Sunday, August 25, 2019

The Rival Queens


Nathaniel Lee's Restoration-era tragedy The Rival Queens tells the story of the death of Alexander the Great through the lens of the women in his life.

Wait... Alexander the Great... and women? Well, yes. Many of the stories about Alexander that circulated in early modern Europe linked him to various women he was alleged to have loved.

For instance, in Christopher Marlowe's Doctor Faustus the Emperor asks to see the paramour of Alexander. This paramour is presumably Thais, a courtesan who allegedly convinced the conqueror to burn the famed palace of Persepolis.

While Thais is name-checked in The Rival Queens, the play focuses instead on Roxana, his first wife, and Statira, a Persian princess he married as part of a plan to unify Greek and Persian civilizations. When the play opens, Statira is distraught because Alexander had promised her he would never bed Roxana again, but he seems to have broken that promise. Statira's opening lines show her in a conventional state of grief:

               Give me a knife, a draught of poison, flames!
               Swell, heart, break, break, thou stubborn thing!
               Now, by the sacred fire, I'll not be held!
               Why do ye wish me life, yet stifle me
               For want of air? pray give me leave to walk.

When Alexander hears how upset Statira is, he blames his hook-up with Roxana on beer goggles, claiming she seduced him while he was drunk. He professes his undying love for Statira and asks her mother and sister to help him win her back again.
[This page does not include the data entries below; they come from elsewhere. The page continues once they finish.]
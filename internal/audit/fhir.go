package audit

import (
	"bufio"
	"encoding/json"
	"fmt"
	"io"
	"net/url"
	"strconv"
	"time"

	"filtrate/calc"
	"filtrate/internal/pipeline"
	"filtrate/store"
)

// Identifier systems and extension URLs of the FHIR export. filtrate
// publishes no StructureDefinitions, so they are URNs (valid FHIR uri
// values) rather than resolvable canonical URLs.
const (
	// SystemAuditRecord identifies a record (and so the eGFR it documents)
	// by its audit record ID.
	SystemAuditRecord = "urn:filtrate:audit-record"
	// SystemMessagePrefix + transport ("hl7v2", "fhir") identifies a
	// source message by its control ID.
	SystemMessagePrefix = "urn:filtrate:message:"
	// SystemOutputMessage identifies the enriched message sent on.
	SystemOutputMessage = "urn:filtrate:output-message"
	// SystemEquation codes the equation: code = ID, version = version.
	SystemEquation = "urn:filtrate:equation"
	// SystemSuppression codes a suppression reason.
	SystemSuppression = "urn:filtrate:suppression"

	ExtensionEquation    = "urn:filtrate:fhir:extension:equation"
	ExtensionConfigHash  = "urn:filtrate:fhir:extension:config-hash"
	ExtensionSuppression = "urn:filtrate:fhir:extension:suppression"
	ExtensionContentHash = "urn:filtrate:fhir:extension:content-hash"
	ExtensionPrevHash    = "urn:filtrate:fhir:extension:prev-hash"
	ExtensionRawSHA256   = "urn:filtrate:fhir:extension:raw-message-sha256"
	// PolicyPrefix + policy name + ":" + version is Provenance.policy.
	PolicyPrefix = "urn:filtrate:policy:"
)

// Terminology used by the export (FHIR R4, hl7.org/fhir/R4 and
// terminology.hl7.org).
const (
	systemDataOperation   = "http://terminology.hl7.org/CodeSystem/v3-DataOperation"
	systemParticipantType = "http://terminology.hl7.org/CodeSystem/provenance-participant-type"
	systemAuditEventType  = "http://terminology.hl7.org/CodeSystem/audit-event-type"
	systemRestful         = "http://hl7.org/fhir/restful-interaction"
	systemSourceType      = "http://terminology.hl7.org/CodeSystem/security-source-type"
	systemEntityType      = "http://terminology.hl7.org/CodeSystem/audit-entity-type"
	systemObjectRole      = "http://terminology.hl7.org/CodeSystem/object-role"
	systemDICOM           = "http://dicom.nema.org/resources/ontology/DCM"
)

// FHIROptions adjust the FHIR export.
type FHIROptions struct {
	// Now stamps Bundle.timestamp; nil means time.Now.
	Now func() time.Time
	// Calculator names the equations (Coding.display); nil means the
	// builtin registry.
	Calculator *calc.Calculator
	// WithoutAuditEvents leaves out the AuditEvent resources.
	WithoutAuditEvents bool
}

// FHIRWriter writes records as one FHIR R4 Bundle of type "collection",
// streaming: the Bundle is opened on the first Write (or Close) and closed
// by Close. Per record it holds a Provenance and, unless
// FHIROptions.WithoutAuditEvents, an AuditEvent.
//
// Provenance "filtrate-audit-ID" (FHIR R4 Provenance):
//   - target: the eGFR the record documents, as a logical reference
//     (type Observation, identifier SystemAuditRecord|ID, display naming
//     the equation and the output message). filtrate does not know the id
//     a receiving server gives the Observation, so no literal reference.
//   - recorded: the record's RecordedAt; policy: PolicyPrefix+name:version.
//   - activity: v3-DataOperation CREATE, or NULLIFY for a withdrawn input.
//   - agent: type "assembler", who = the contained Device "filtrate" whose
//     version is the record's software version.
//   - entity: role "source", what = the source message (identifier
//     SystemMessagePrefix+transport | control ID), with the raw message's
//     SHA-256 in extension ExtensionRawSHA256.
//   - extensions: ExtensionEquation (valueCoding SystemEquation, code =
//     equation ID, version = equation version), ExtensionConfigHash,
//     ExtensionSuppression (valueCoding SystemSuppression, code = reason
//     code, display = its text), ExtensionContentHash, ExtensionPrevHash.
//   - signature: omitted (the hash chain is the integrity evidence).
//
// AuditEvent "filtrate-audit-event-ID" (FHIR R4 AuditEvent):
//   - type: audit-event-type "rest"; subtype: restful-interaction
//     "create" (action C) or, for a withdrawn input, "delete" (action D).
//   - recorded: RecordedAt; outcome "0" (success) when a value was
//     reported or an input withdrawn, "4" (minor failure) when no eGFR
//     was reported, with outcomeDesc giving the reason code and text.
//   - agent: the contained Device, type DICOM 110150 "Application",
//     requestor false; source: observer = the Device, type
//     security-source-type 4 "Application Server".
//   - entity: the Provenance (audit-entity-type 2 "System Object",
//     object-role 4 "Domain Resource") and the source message (type 2,
//     role 3 "Report", identifier as above).
//
// The export holds no patient data: no patient identifier, date of birth,
// sex or result value. A receiving system links the Provenance to the
// Observation, and so to the patient, through the identifiers.
type FHIRWriter struct {
	w      *bufio.Writer
	opts   FHIROptions
	reg    *calc.Registry
	opened bool
	n      int
	err    error
}

// NewFHIRWriter returns a FHIRWriter on w.
func NewFHIRWriter(w io.Writer, opts FHIROptions) *FHIRWriter {
	if opts.Now == nil {
		opts.Now = time.Now
	}
	c := opts.Calculator
	if c == nil {
		c = calc.NewCalculator(calc.Builtin())
	}
	return &FHIRWriter{w: bufio.NewWriter(w), opts: opts, reg: c.Registry()}
}

// bundleHead opens the Bundle; entries follow, then "]}".
type bundleHead struct {
	ResourceType string `json:"resourceType"`
	Type         string `json:"type"`
	Timestamp    string `json:"timestamp"`
}

func (f *FHIRWriter) open() {
	if f.opened || f.err != nil {
		return
	}
	f.opened = true
	head, err := json.Marshal(bundleHead{ResourceType: "Bundle", Type: "collection", Timestamp: instant(f.opts.Now())})
	if err != nil {
		f.err = err
		return
	}
	// Replace the closing brace with the start of the entry array.
	f.write(head[:len(head)-1])
	f.write([]byte(`,"entry":[`))
}

func (f *FHIRWriter) write(b []byte) {
	if f.err == nil {
		_, f.err = f.w.Write(b)
	}
}

func (f *FHIRWriter) entry(resource any) {
	b, err := json.Marshal(struct {
		Resource any `json:"resource"`
	}{resource})
	if err != nil {
		f.err = fmt.Errorf("audit: encode FHIR resource: %w", err)
		return
	}
	if f.n > 0 {
		f.write([]byte(",\n"))
	} else {
		f.write([]byte("\n"))
	}
	f.write(b)
	f.n++
}

// Write implements RecordWriter.
func (f *FHIRWriter) Write(rec store.AuditRecord) error {
	f.open()
	f.entry(f.provenance(rec))
	if !f.opts.WithoutAuditEvents {
		f.entry(f.auditEvent(rec))
	}
	if f.err != nil {
		return fmt.Errorf("audit: write FHIR: %w", f.err)
	}
	return nil
}

// Close implements RecordWriter.
func (f *FHIRWriter) Close() error {
	f.open()
	f.write([]byte("\n]}\n"))
	if f.err == nil {
		f.err = f.w.Flush()
	}
	if f.err != nil {
		return fmt.Errorf("audit: write FHIR: %w", f.err)
	}
	return nil
}

// FHIR R4 data types, only the elements the export uses.
type (
	fhirCoding struct {
		System  string `json:"system,omitempty"`
		Version string `json:"version,omitempty"`
		Code    string `json:"code,omitempty"`
		Display string `json:"display,omitempty"`
	}
	fhirCodeableConcept struct {
		Coding []fhirCoding `json:"coding,omitempty"`
		Text   string       `json:"text,omitempty"`
	}
	fhirIdentifier struct {
		System string `json:"system,omitempty"`
		Value  string `json:"value,omitempty"`
	}
	fhirReference struct {
		Reference  string          `json:"reference,omitempty"`
		Type       string          `json:"type,omitempty"`
		Identifier *fhirIdentifier `json:"identifier,omitempty"`
		Display    string          `json:"display,omitempty"`
	}
	fhirExtension struct {
		URL         string      `json:"url"`
		ValueString string      `json:"valueString,omitempty"`
		ValueCoding *fhirCoding `json:"valueCoding,omitempty"`
	}
	fhirDevice struct {
		ResourceType string `json:"resourceType"`
		ID           string `json:"id"`
		DeviceName   []struct {
			Name string `json:"name"`
			Type string `json:"type"`
		} `json:"deviceName"`
		Version []struct {
			Value string `json:"value"`
		} `json:"version,omitempty"`
	}
)

// fhirProvenance is a FHIR R4 Provenance resource (see FHIRWriter).
type fhirProvenance struct {
	ResourceType string              `json:"resourceType"`
	ID           string              `json:"id"`
	Contained    []any               `json:"contained,omitempty"`
	Extension    []fhirExtension     `json:"extension,omitempty"`
	Target       []fhirReference     `json:"target"`
	Recorded     string              `json:"recorded"`
	Policy       []string            `json:"policy,omitempty"`
	Activity     fhirCodeableConcept `json:"activity"`
	Agent        []provenanceAgent   `json:"agent"`
	Entity       []provenanceEntity  `json:"entity,omitempty"`
}

type provenanceAgent struct {
	Type fhirCodeableConcept `json:"type"`
	Who  fhirReference       `json:"who"`
}

type provenanceEntity struct {
	Extension []fhirExtension `json:"extension,omitempty"`
	Role      string          `json:"role"`
	What      fhirReference   `json:"what"`
}

// fhirAuditEvent is a FHIR R4 AuditEvent resource (see FHIRWriter).
type fhirAuditEvent struct {
	ResourceType string             `json:"resourceType"`
	ID           string             `json:"id"`
	Contained    []any              `json:"contained,omitempty"`
	Type         fhirCoding         `json:"type"`
	Subtype      []fhirCoding       `json:"subtype,omitempty"`
	Action       string             `json:"action"`
	Recorded     string             `json:"recorded"`
	Outcome      string             `json:"outcome"`
	OutcomeDesc  string             `json:"outcomeDesc,omitempty"`
	Agent        []auditEventAgent  `json:"agent"`
	Source       auditEventSource   `json:"source"`
	Entity       []auditEventEntity `json:"entity,omitempty"`
}

type auditEventAgent struct {
	Type      fhirCodeableConcept `json:"type"`
	Who       fhirReference       `json:"who"`
	Requestor bool                `json:"requestor"`
}

type auditEventSource struct {
	Observer fhirReference `json:"observer"`
	Type     []fhirCoding  `json:"type,omitempty"`
}

type auditEventEntity struct {
	What fhirReference `json:"what"`
	Type *fhirCoding   `json:"type,omitempty"`
	Role *fhirCoding   `json:"role,omitempty"`
	Name string        `json:"name,omitempty"`
}

// deviceID is the id of the contained Device that stands for filtrate.
const deviceID = "filtrate"

func device(version string) fhirDevice {
	d := fhirDevice{ResourceType: "Device", ID: deviceID}
	d.DeviceName = append(d.DeviceName, struct {
		Name string `json:"name"`
		Type string `json:"type"`
	}{Name: "filtrate", Type: "manufacturer-name"})
	if version != "" {
		d.Version = append(d.Version, struct {
			Value string `json:"value"`
		}{Value: version})
	}
	return d
}

func deviceRef(version string) fhirReference {
	display := "filtrate"
	if version != "" {
		display += " " + version
	}
	return fhirReference{Reference: "#" + deviceID, Display: display}
}

func instant(t time.Time) string { return t.UTC().Format(time.RFC3339Nano) }

func sourceMessageRef(rec store.AuditRecord) fhirReference {
	r := fhirReference{Display: rec.Transport + " message " + rec.MessageID}
	if rec.MessageID != "" {
		r.Identifier = &fhirIdentifier{System: SystemMessagePrefix + url.PathEscape(rec.Transport), Value: rec.MessageID}
	}
	return r
}

func provenanceID(id int64) string { return "filtrate-audit-" + strconv.FormatInt(id, 10) }

// provenance returns the Provenance resource for rec.
func (f *FHIRWriter) provenance(rec store.AuditRecord) fhirProvenance {
	withdrawn := rec.SuppressionCode == pipeline.ReasonWithdrawn
	p := fhirProvenance{
		ResourceType: "Provenance",
		ID:           provenanceID(rec.ID),
		Contained:    []any{device(rec.SoftwareVersion)},
		Recorded:     instant(rec.RecordedAt),
		Activity:     fhirCodeableConcept{Coding: []fhirCoding{{System: systemDataOperation, Code: "CREATE", Display: "create"}}},
		Agent: []provenanceAgent{{
			Type: fhirCodeableConcept{Coding: []fhirCoding{{System: systemParticipantType, Code: "assembler", Display: "Assembler"}}},
			Who:  deviceRef(rec.SoftwareVersion),
		}},
	}
	if withdrawn {
		p.Activity.Coding[0].Code, p.Activity.Coding[0].Display = "NULLIFY", "nullify"
	}
	display := "eGFR"
	if rec.Equation != "" {
		display += " " + rec.Equation
	}
	if rec.OutputMessageID != "" {
		display += " in output message " + rec.OutputMessageID
	}
	p.Target = []fhirReference{{
		Type:       "Observation",
		Identifier: &fhirIdentifier{System: SystemAuditRecord, Value: strconv.FormatInt(rec.ID, 10)},
		Display:    display,
	}}
	if rec.Policy != "" {
		p.Policy = []string{PolicyPrefix + url.PathEscape(rec.Policy) + ":" + url.PathEscape(rec.PolicyVersion)}
	}
	src := provenanceEntity{Role: "source", What: sourceMessageRef(rec)}
	if rec.RawHash != "" {
		src.Extension = []fhirExtension{{URL: ExtensionRawSHA256, ValueString: rec.RawHash}}
	}
	p.Entity = []provenanceEntity{src}
	if rec.Equation != "" {
		c := &fhirCoding{System: SystemEquation, Version: rec.EquationVersion, Code: rec.Equation}
		if e, ok := f.reg.Get(rec.Equation, rec.EquationVersion); ok {
			c.Display = e.Name
		}
		p.Extension = append(p.Extension, fhirExtension{URL: ExtensionEquation, ValueCoding: c})
	}
	if rec.ConfigHash != "" {
		p.Extension = append(p.Extension, fhirExtension{URL: ExtensionConfigHash, ValueString: rec.ConfigHash})
	}
	if rec.SuppressionCode != "" {
		p.Extension = append(p.Extension, fhirExtension{URL: ExtensionSuppression, ValueCoding: &fhirCoding{
			System: SystemSuppression, Code: rec.SuppressionCode, Display: rec.SuppressionText,
		}})
	}
	if rec.ContentHash != "" {
		p.Extension = append(p.Extension, fhirExtension{URL: ExtensionContentHash, ValueString: rec.ContentHash})
	}
	if rec.PrevHash != "" {
		p.Extension = append(p.Extension, fhirExtension{URL: ExtensionPrevHash, ValueString: rec.PrevHash})
	}
	return p
}

// auditEvent returns the AuditEvent resource for rec.
func (f *FHIRWriter) auditEvent(rec store.AuditRecord) fhirAuditEvent {
	withdrawn := rec.SuppressionCode == pipeline.ReasonWithdrawn
	e := fhirAuditEvent{
		ResourceType: "AuditEvent",
		ID:           "filtrate-audit-event-" + strconv.FormatInt(rec.ID, 10),
		Contained:    []any{device(rec.SoftwareVersion)},
		Type:         fhirCoding{System: systemAuditEventType, Code: "rest", Display: "RESTful Operation"},
		Subtype:      []fhirCoding{{System: systemRestful, Code: "create", Display: "create"}},
		Action:       "C",
		Recorded:     instant(rec.RecordedAt),
		Outcome:      "0",
		Agent: []auditEventAgent{{
			Type:      fhirCodeableConcept{Coding: []fhirCoding{{System: systemDICOM, Code: "110150", Display: "Application"}}},
			Who:       deviceRef(rec.SoftwareVersion),
			Requestor: false,
		}},
		Source: auditEventSource{
			Observer: deviceRef(rec.SoftwareVersion),
			Type:     []fhirCoding{{System: systemSourceType, Code: "4", Display: "Application Server"}},
		},
		Entity: []auditEventEntity{
			{
				What: fhirReference{Reference: "Provenance/" + provenanceID(rec.ID)},
				Type: &fhirCoding{System: systemEntityType, Code: "2", Display: "System Object"},
				Role: &fhirCoding{System: systemObjectRole, Code: "4", Display: "Domain Resource"},
			},
			{
				What: sourceMessageRef(rec),
				Type: &fhirCoding{System: systemEntityType, Code: "2", Display: "System Object"},
				Role: &fhirCoding{System: systemObjectRole, Code: "3", Display: "Report"},
			},
		},
	}
	switch {
	case withdrawn:
		e.Action = "D"
		e.Subtype[0].Code, e.Subtype[0].Display = "delete", "delete"
		e.OutcomeDesc = rec.SuppressionCode + ": " + rec.SuppressionText
	case rec.SuppressionCode != "":
		e.Outcome = "4"
		e.OutcomeDesc = rec.SuppressionCode + ": " + rec.SuppressionText
	}
	return e
}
If he cannot, he vows to renounce his empire and live out the remainder of his life in the countryside, forsaking worldly glory.

The third act introduces Statira's rival queen, Roxana. She is determined to not have to share Alexander, and proclaims:

               Roxana and Statira, they are names
               That must forever jar; eternal discord,
               Fury, revenge, disdain, and indignation
               Tear my swoll'n breast, make way for fire and tempest.

Well, that's just fine with Alexander, who doesn't want anything to do with Roxana anymore, anyway. Celebrating his reconciliation with Statira, he invites his faithful soldiers to a feast. It is at that feast that a group of conspirators plans to poison Alexander, and they attempt to gain the aid of Roxana. Instead of helping them slay her lover, she resolves to murder her rival.

That murder occurs in the play's climactic fifth act. The two rival queens meet, and Roxana kills Statira while Alexander himself is also dying of poison. And what of Hephestion, the notorious male lover of Alexander? Well, he appears in the play, but as a suitor for the hand of Statira's sister. Lee also banishes Hephestion from the fifth act of the play, having his death merely reported.

The emphasis on the female characters might be linked to the fact that they were played by... well... women. The play's epilogue threatens to return boy actors to the stage in women's roles if the audience does not leave the professional female actresses alone. Lee wrote The Rival Queens sometime around 1676 or 1677, so women on the professional English stage were still a relatively new phenomenon. Perhaps, then, it should be unsurprising that a Restoration-era tragedy about Alexander focused on his relationships with women.